The firm said that demand for compliance officers is also being driven by the increasing number of hedge funds and private equity firms that are hiring more compliance staff instead of employing external consultants and lawyers.
This is also pushing up salaries in the asset management sector. The average salary for mid-to-senior-level compliance staff at London-based asset managers rose 11% to more than £72,000 in 2014, according to research from recruitment firm Astbury Marsden.
Large lenders are offering to train new hires through internships – such as Goldman Sachs’ 10-week summer placement in its global compliance division.
As well as internships, and business school courses, there are a range of additional qualifications offered by industry bodies, such as the Chartered Institute for Securities and Investment and the International Compliance Association.
Within investment banking, compliance recruits can find roles in the control rooms that monitor communications, and higher up the careers ladder there is demand for hires with experience in strategy.
Business school graduate Amrik Aidan is one recruit who has benefited from the rise of the compliance officer. A former fixed income division manager at Swiss bank Credit Suisse, he transitioned into a compliance change management role at Barclays’ investment bank last year.
He says that no firm is exempt from the need for constant change and renewal: “Risk, control and compliance are what every institute is focusing on.”
The leadership skills gleaned from his MBA at Grenoble École de Management are the most valued of a range at UK-based Barclays. “MBA degrees are looked upon as a first step towards management roles,” he says.
There are also opportunities in anti-money laundering departments. In 2012 for instance, it cost HSBC $1.9 billion to settle such laundering claims in the US.
Jared Barlow, an associate director at W.P Carey School of Business, says that “financial forensics” has also emerged as a lucrative service line at large professional service firms.
He adds that there are not only capital charges now levied in the finance sector but more assessment of systemic risk and operational compliance – which are required by newly formed regulatory agencies.
Rule changes include the Alternative Investment Fund Managers Directive, which places reporting requirements on asset managers, and the Packaged Retail Investment Products regulation – requiring firms to produce information for packaged products sold to retail investors.

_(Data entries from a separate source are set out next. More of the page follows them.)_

/// Runs `weft demo`.
///
/// # Errors
/// A missing SoundFont (with the setup command), an unwritable folder, or a failed step.
pub fn run(a: &DemoArgs) -> Result<()> {
    let start = Instant::now();
    if a.pieces < 2 {
        bail!(style::UsageError("--pieces must be at least 2".to_owned()));
    }
    if !(a.piece_s.is_finite() && a.piece_s >= 8.0) {
        bail!(style::UsageError(
            "pieces must last at least 8 seconds".to_owned()
        ));
    }
    let renderer = load_renderer(&a.soundfont)?;
    let pool = rayon::ThreadPoolBuilder::new()
        .num_threads(
            a.jobs
                .unwrap_or_else(|| std::thread::available_parallelism().map_or(1, |n| n.get()))
                .max(1),
        )
        .build()
        .context("cannot start the worker threads")?;
    let voicings = general_midi_voicings();
    let composer = Composer::new(voicings.clone(), vec![], 0.0);
    let n_families = voicings.len();

    // 1. Pieces.
    let specs: Vec<PieceSpec> = STYLES
        .iter()
        .enumerate()
        .flat_map(|(s, style)| (0..a.pieces).map(move |i| (s, *style, i)))
        .map(|(s, style, i)| piece_spec(a.seed, s, style, i, a.piece_s))
        .collect::<Result<_>>()?;
    say(
        a.json,
        &format!(
            "Lantern Hall demo (invented data) in {}: composing and rendering {} pieces ({} per style)…",
            a.dir.display(),
            specs.len(),
            a.pieces
        ),
    );
    let render_start = Instant::now();
    let piece_paths: Vec<PathBuf> = specs
        .iter()
        .enumerate()
        .map(|(n, p)| {
            a.dir.join("pieces").join(p.style).join(format!(
                "{}-{:02}.wav",
                p.style,
                n % a.pieces + 1
            ))
        })
        .collect();
    for style in STYLES {
        std::fs::create_dir_all(a.dir.join("pieces").join(style))
            .with_context(|| format!("cannot create {}", a.dir.display()))?;
    }
    pool.install(|| {
        specs
            .par_iter()
            .zip(piece_paths.par_iter())
            .map(|(spec, path)| {
                let signal = render_piece(&renderer, &composer, spec, n_families)?;
                write_wav(path, &signal)
            })
            .collect::<Result<Vec<()>>>()
    })?;
    let render_s = render_start.elapsed().as_secs_f64();
    say(
        a.json,
        &format!(
            "rendered {:.0} s of music in {render_s:.1} s",
            specs.iter().map(|p| p.duration_s).sum::<f64>()
        ),
    );

    // 2. Training.
    let palette = Arc::new(Palette::default_palette());
    let schema = windows::schema(WindowSpec::default(), &palette)?;
    let tracks: Vec<Track> = specs
        .iter()
        .zip(&piece_paths)
        .map(|(s, p)| Track {
            path: p.clone(),
            label: s.style.to_owned(),
            group: None,
        })
        .collect();
    let classes = style::classes_for(&tracks, Some(CATEGORY))?;
    say(a.json, "analysing the pieces…");
    let set = style::build_set(&tracks, &classes, &palette, &schema, a.jobs, !a.json, 2)?;
    let min_tracks = set.data.tracks_per_class().into_iter().min().unwrap_or(2);
    let folds = DEFAULT_FOLDS.min(min_tracks).max(2);
    say(a.json, "cross-validating forest, svm and logistic…");
    let cv_start = Instant::now();
    let trained = style::cross_validate_and_fit(
        &set.data,
        &TrainSettings {
            kinds: ModelKind::ALL.to_vec(),
            folds,
            seed: a.seed,
            quiet: a.json,
        },
    )?;
    let cv_s = cv_start.elapsed().as_secs_f64();
    let model_file = a.dir.join(format!("{CATEGORY}.{MODEL_EXTENSION}"));
    trained
        .model
        .save(&model_file)
        .with_context(|| format!("cannot write {}", model_file.display()))?;
    let cv_table = style::cv_text(&set, &trained);
    if !a.json {
        let mut out = std::io::stdout().lock();
        write!(out, "{cv_table}")?;
        writeln!(
            out,
            "\nwrote {} ({} model)",
            model_file.display(),
            trained.model.kind()
        )?;
    }

    // 3. The set.
    say(a.json, "rendering and analysing the demo set…");
    let set_start = Instant::now();
    let (set_path, set_pieces) = render_set(a, &renderer, &composer, n_families, &pool)?;
    let options = AnalyzeOptions::for_style(Arc::clone(&palette), WindowSpec::default());
    let report = analyze::analyse_file::<std::io::Sink>(&set_path, &options, None, &mut |_| {})?;
    let set_windows = estimate_set(&trained.model, &report.style_windows)?;
    let set_summary: Vec<SetPiece> = set_pieces
        .into_iter()
        .map(|span| {
            let inside: Vec<f64> = set_windows
                .iter()
                .filter(|w| {
                    let c = 0.5 * (w.start_s + w.end_s);
                    c >= span.start_s && c < span.end_s
                })
                .map(|w| w.closeness)
                .collect();
            SetPiece {
                mean_closeness: inside.iter().sum::<f64>() / inside.len().max(1) as f64,
                title: span.title,
                start_s: span.start_s,
                end_s: span.end_s,
            }
        })
        .collect();
    let plot_file = a.dir.join("closeness.png");
    draw_closeness(&plot_file, &set_windows, &set_summary, report.duration_s)?;
    let set_s = set_start.elapsed().as_secs_f64();
    let timings = Timings {
        render: render_s,
        analysis: set.analysis_s,
        cross_validation: cv_s,
        set: set_s,
        total: start.elapsed().as_secs_f64(),
    };
    let report_file = a.dir.join("report.md");
    let text = report_markdown(&ReportInput {
        args: a,
        specs: &specs,
        voicings: &voicings,
        renderer_name: renderer.soundfont_name(),
        set: &set,
        trained: &trained,
        cv_table: &cv_table,
        set_pieces: &set_summary,
        set_windows: &set_windows,
        set_path: &set_path,
        model_file: &model_file,
        timings,
    });
    let mut file = AtomicFile::create(&report_file)?;
    file.write_all(text.as_bytes())?;
    file.commit()?;

    let kept = &trained.cvs[trained.kept].figures;
    if a.json {
        let json = DemoJson {
            category: CATEGORY,
            model: kept.model.name().to_owned(),
            cv_balanced_error_mean: kept.window_balanced_error.mean,
            cv_balanced_error_sd: kept.window_balanced_error.sd,
            tracks: set.data.n_tracks(),
            report: report_file.clone(),
            plot: plot_file,
            model_file: model_file.clone(),
            pieces_per_style: a.pieces,
            seed: a.seed,
            set: set_summary,
            train: TrainJson::of(&set, &trained, Some(CATEGORY.to_owned()), &model_file),
            seconds: timings,
        };
        writeln!(
            std::io::stdout().lock(),
            "{}",
            serde_json::to_string(&json)?
        )?;
    } else {
        let mut out = std::io::stdout().lock();
        writeln!(
            out,
            "\nThe demo set (closeness to {CATEGORY}, mean over each piece's windows):"
        )?;
        for p in &set_summary {
            writeln!(
                out,
                "  {:>6} – {:>6}  {:>6.1} %  {}",
                crate::plot::clock(p.start_s),
                crate::plot::clock(p.end_s),
                100.0 * p.mean_closeness,
                p.title
            )?;
        }
        writeln!(
            out,
            "\nwrote {} and {} ({:.0} s in all)",
            report_file.display(),
            a.dir.join("closeness.png").display(),
            timings.total
        )?;
    }
    std::io::stdout().flush()?;
    Ok(())
}

fn load_renderer(path: &Path) -> Result<SoundFontRenderer> {
    let file = std::fs::File::open(path).with_context(|| {
        format!(
            "cannot open the SoundFont {} (run `cargo xtask setup`, which installs fluid-soundfont-gm, or give --soundfont FILE)",
            path.display()
        )
    })?;
    SoundFontRenderer::new(&mut std::io::BufReader::new(file), RENDER_RATE_HZ)
        .with_context(|| format!("cannot load the SoundFont {}", path.display()))
}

Even outside of compliance teams, regulatory knowledge is increasingly demanded by financial institutions.
At HEC Paris, a leading French business school, MBAs working at banks in front office positions like corporate finance are being challenged in interviews on ethics, compliance and regulation, according to Jacques Olivier, director of finance programs.

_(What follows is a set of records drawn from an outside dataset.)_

/// The level axis: from 6 dB under the quietest non-silent window (in steps of 10 dB, not below
/// [`AXIS_FLOOR_DBFS`]) to 3 dB over the highest peak or 0 dBFS, whichever is higher.
fn level_axis(windows: &[WindowRow]) -> (f64, f64) {
    let audible = windows
        .iter()
        .map(|w| f64::from(w.level.rms_dbfs))
        .filter(|&db| db > f64::from(weft_engine::SILENCE_FLOOR_DB));
    let quietest = audible.fold(f64::INFINITY, f64::min);
    let lo = if quietest.is_finite() {
        (((quietest - 6.0) / 10.0).floor() * 10.0).max(AXIS_FLOOR_DBFS)
    } else {
        AXIS_FLOOR_DBFS
    };
    let loudest = windows
        .iter()
        .map(|w| f64::from(w.level.peak_dbfs))
        .fold(0.0_f64, f64::max);
    (lo, loudest.ceil() + 3.0)
}

/// A time axis in seconds whose ticks fall on clock-friendly steps (see [`tick_step_s`]).
struct ClockAxis {
    end_s: f64,
    step_s: f64,
}

impl ClockAxis {
    fn new(end_s: f64) -> Self {
        Self {
            end_s,
            step_s: tick_step_s(end_s),
        }
    }
}

impl Ranged for ClockAxis {
    type FormatOption = DefaultFormatting;
    type ValueType = f64;

    fn map(&self, value: &f64, limit: (i32, i32)) -> i32 {
        let fraction = value / self.end_s;
        limit.0 + (f64::from(limit.1 - limit.0) * fraction).round() as i32
    }

    fn key_points<Hint: KeyPointHint>(&self, _hint: Hint) -> Vec<f64> {
        (0..)
            .map(|i| f64::from(i) * self.step_s)
            .take_while(|&t| t <= self.end_s + 1e-9)
            .collect()
    }

    fn range(&self) -> std::ops::Range<f64> {
        0.0..self.end_s
    }
}

/// The smallest clock-friendly tick spacing (seconds) that gives at most 12 intervals (so 5–13
/// ticks, since neighbouring spacings differ by at most 2.5×).
fn tick_step_s(duration_s: f64) -> f64 {
    const STEPS_S: [f64; 16] = [
        0.1, 0.2, 0.5, 1.0, 2.0, 5.0, 10.0, 15.0, 30.0, 60.0, 120.0, 300.0, 600.0, 900.0, 1800.0,
        3600.0,
    ];
    STEPS_S
        .into_iter()
        .find(|&step| duration_s / step <= 12.0)
        .unwrap_or(7200.0)
}

/// Formats seconds as `m:ss` (or `h:mm:ss` from one hour, `m:ss.s` under ten seconds).
pub fn clock(t_s: f64) -> String {
    let t = t_s.max(0.0);
    if t < 10.0 && t.fract().abs() > 1e-9 {
        return format!("0:{t:04.1}");
    }
    let total = t.round() as u64;
    let (h, m, s) = (total / 3600, (total / 60) % 60, total % 60);
    if h > 0 {
        format!("{h}:{m:02}:{s:02}")
    } else {
        format!("{m}:{s:02}")
    }
}

#[cfg(test)]
mod tests {
    use super::*;

    #[test]
    fn clock_reads_minutes_and_seconds() {
        assert_eq!(clock(0.0), "0:00");
        assert_eq!(clock(75.0), "1:15");
        assert_eq!(clock(2.5), "0:02.5");
        assert_eq!(clock(3.0 * 3600.0 + 61.0), "3:01:01");
    }

    #[test]
    fn ticks_number_five_to_thirteen() {
        for duration_s in [0.5, 3.0, 59.0, 180.0, 1234.0, 3.0 * 3600.0] {
            let n = (duration_s / tick_step_s(duration_s)).floor() + 1.0;
            assert!((5.0..=13.0).contains(&n), "{duration_s}: {n} ticks");
        }
    }
}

Demand for dedicated compliance staff may continue to surge, as there is seemingly no end to the new rules from regulators, such as the Volcker rule in the US which bans banks from proprietary trading.
Several of the world's top banks have faced recent run-ins with regulators relating to market rigging and IT failures, including Citi, Royal Bank of Scotland and JPMorgan Chase.
Adila Khan, career advisor for finance at Oxford University’s Saïd Business School, says: “Across the board there is still a demand for risk and operational roles.”